▶ DESCRIPTION OF THE TASK:
Every line between the top of the data below and the line with "and the nominal", both ends included, must be retyped exactly.

▶ GIVEN INFORMATION:
Content starts

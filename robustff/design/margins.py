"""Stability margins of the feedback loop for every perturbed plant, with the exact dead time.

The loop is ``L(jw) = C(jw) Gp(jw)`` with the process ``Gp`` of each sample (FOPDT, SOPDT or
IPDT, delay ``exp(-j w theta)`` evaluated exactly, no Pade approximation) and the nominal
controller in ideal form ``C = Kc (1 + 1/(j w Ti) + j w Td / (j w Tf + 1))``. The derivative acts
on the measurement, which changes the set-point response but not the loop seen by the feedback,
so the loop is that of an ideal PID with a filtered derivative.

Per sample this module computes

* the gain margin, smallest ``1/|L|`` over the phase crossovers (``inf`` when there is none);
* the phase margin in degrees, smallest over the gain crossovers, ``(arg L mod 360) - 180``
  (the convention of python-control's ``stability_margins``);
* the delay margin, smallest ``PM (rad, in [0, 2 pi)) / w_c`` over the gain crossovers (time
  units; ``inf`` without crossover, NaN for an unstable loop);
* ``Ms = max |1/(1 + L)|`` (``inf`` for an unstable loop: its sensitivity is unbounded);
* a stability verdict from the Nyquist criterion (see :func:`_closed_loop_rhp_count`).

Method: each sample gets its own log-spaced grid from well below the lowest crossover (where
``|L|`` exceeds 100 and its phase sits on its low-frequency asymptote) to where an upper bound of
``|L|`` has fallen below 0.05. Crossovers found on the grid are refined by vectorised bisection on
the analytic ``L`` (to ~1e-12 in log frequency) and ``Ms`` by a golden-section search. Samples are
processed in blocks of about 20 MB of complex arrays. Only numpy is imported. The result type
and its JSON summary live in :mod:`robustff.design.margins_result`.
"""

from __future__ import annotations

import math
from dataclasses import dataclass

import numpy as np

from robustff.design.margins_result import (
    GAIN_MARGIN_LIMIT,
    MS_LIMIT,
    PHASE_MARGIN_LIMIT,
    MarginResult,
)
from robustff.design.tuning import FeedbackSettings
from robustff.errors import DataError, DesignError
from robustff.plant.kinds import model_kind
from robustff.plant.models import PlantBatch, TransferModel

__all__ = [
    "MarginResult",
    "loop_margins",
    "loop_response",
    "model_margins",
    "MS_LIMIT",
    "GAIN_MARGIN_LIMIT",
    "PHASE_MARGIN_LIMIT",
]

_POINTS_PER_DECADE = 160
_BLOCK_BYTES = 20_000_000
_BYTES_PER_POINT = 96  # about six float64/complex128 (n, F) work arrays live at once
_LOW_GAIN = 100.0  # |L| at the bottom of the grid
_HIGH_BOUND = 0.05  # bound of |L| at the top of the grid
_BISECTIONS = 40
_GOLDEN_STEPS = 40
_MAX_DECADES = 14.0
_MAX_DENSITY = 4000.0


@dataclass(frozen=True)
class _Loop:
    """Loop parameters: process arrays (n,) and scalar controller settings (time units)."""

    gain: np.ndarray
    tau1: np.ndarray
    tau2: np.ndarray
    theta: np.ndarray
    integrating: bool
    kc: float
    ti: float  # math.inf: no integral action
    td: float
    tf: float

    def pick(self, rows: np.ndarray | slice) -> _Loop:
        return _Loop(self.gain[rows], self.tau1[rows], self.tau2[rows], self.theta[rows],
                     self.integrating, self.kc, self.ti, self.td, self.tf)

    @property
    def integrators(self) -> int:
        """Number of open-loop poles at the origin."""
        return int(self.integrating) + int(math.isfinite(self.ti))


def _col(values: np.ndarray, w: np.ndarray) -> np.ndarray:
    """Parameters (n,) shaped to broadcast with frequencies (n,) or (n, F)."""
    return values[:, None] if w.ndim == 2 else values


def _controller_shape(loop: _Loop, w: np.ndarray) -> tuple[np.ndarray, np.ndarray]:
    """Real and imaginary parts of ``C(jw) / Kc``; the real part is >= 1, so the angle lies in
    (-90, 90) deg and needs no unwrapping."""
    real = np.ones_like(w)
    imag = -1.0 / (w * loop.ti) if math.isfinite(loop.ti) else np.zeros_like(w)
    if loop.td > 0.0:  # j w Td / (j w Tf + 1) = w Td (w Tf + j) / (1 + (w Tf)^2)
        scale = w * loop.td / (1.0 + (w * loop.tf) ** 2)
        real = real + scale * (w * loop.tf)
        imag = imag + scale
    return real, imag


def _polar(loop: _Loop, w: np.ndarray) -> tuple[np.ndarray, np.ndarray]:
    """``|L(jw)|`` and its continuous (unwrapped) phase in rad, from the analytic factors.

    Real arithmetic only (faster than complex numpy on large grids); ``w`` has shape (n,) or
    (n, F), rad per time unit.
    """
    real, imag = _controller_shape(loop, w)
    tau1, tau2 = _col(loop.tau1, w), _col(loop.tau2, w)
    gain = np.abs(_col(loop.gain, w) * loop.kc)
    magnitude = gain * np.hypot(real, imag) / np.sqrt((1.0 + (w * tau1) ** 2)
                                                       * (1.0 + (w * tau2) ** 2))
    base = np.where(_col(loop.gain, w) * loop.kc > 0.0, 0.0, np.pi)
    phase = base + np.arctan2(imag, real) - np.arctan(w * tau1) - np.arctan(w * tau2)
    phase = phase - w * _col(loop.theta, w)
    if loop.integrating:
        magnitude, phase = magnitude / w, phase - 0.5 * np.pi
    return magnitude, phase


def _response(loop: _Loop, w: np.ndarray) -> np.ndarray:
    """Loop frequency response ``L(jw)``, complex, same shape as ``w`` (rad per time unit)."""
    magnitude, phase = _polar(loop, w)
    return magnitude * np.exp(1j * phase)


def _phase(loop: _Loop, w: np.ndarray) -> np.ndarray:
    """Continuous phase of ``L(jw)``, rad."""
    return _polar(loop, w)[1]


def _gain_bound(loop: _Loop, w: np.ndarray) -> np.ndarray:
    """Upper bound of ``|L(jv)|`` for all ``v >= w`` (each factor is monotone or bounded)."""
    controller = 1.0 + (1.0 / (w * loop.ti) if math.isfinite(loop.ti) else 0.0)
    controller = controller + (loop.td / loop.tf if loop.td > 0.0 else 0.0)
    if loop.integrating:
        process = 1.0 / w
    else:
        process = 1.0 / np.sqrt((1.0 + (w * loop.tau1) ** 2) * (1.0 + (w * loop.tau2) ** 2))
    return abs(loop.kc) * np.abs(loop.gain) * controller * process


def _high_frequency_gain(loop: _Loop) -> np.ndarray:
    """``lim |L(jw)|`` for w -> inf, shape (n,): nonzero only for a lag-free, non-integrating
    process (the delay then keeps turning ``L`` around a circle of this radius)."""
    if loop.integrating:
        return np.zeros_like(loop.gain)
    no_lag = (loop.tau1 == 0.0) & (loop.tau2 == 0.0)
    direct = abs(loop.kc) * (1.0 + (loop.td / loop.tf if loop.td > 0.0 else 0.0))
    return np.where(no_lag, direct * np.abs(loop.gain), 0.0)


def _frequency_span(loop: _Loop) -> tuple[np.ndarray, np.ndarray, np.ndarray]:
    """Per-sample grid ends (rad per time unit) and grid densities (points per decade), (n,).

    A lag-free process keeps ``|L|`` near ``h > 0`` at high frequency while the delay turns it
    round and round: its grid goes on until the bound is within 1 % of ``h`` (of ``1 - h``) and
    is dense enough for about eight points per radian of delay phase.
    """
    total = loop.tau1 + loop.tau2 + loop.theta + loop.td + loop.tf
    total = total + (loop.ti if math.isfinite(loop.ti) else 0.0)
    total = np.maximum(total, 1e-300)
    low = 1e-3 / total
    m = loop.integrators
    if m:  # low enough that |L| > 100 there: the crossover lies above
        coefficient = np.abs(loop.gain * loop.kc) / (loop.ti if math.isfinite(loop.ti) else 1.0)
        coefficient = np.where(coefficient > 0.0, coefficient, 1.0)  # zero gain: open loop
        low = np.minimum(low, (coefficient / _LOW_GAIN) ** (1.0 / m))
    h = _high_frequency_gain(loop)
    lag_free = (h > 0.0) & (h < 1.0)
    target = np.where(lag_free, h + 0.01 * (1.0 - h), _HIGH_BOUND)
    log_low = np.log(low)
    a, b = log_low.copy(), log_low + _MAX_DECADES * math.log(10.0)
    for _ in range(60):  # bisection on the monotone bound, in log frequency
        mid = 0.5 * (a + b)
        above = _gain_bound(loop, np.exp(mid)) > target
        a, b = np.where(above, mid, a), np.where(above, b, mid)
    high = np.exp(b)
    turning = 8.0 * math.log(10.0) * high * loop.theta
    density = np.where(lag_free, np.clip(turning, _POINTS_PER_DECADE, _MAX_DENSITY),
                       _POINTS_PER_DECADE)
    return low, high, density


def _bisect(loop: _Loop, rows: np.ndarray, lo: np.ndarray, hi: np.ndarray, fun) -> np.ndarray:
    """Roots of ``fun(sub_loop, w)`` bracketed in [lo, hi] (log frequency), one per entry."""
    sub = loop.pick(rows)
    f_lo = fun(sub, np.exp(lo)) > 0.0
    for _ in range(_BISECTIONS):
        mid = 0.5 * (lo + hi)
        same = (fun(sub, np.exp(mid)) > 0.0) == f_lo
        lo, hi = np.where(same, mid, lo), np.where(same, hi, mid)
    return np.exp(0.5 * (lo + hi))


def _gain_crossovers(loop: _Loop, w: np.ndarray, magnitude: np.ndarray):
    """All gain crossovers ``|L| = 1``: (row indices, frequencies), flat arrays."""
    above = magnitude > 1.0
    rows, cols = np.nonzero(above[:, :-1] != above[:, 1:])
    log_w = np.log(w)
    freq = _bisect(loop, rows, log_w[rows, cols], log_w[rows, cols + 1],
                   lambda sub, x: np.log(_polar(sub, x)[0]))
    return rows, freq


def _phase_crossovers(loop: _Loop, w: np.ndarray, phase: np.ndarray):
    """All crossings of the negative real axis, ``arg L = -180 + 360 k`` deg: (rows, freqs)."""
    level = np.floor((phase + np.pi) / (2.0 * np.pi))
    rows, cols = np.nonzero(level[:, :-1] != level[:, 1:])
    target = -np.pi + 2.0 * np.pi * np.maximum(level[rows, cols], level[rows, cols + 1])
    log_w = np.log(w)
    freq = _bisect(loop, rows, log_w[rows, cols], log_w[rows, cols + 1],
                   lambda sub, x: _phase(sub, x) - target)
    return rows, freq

Content ends

▶ RESULT OF THE TASK:
filename robustff/design/margins.py
"""Stability margins of the feedback loop for every perturbed plant, with the exact dead time.

The loop is ``L(jw) = C(jw) Gp(jw)`` with the process ``Gp`` of each sample (FOPDT, SOPDT or
IPDT, delay ``exp(-j w theta)`` evaluated exactly, no Pade approximation) and the nominal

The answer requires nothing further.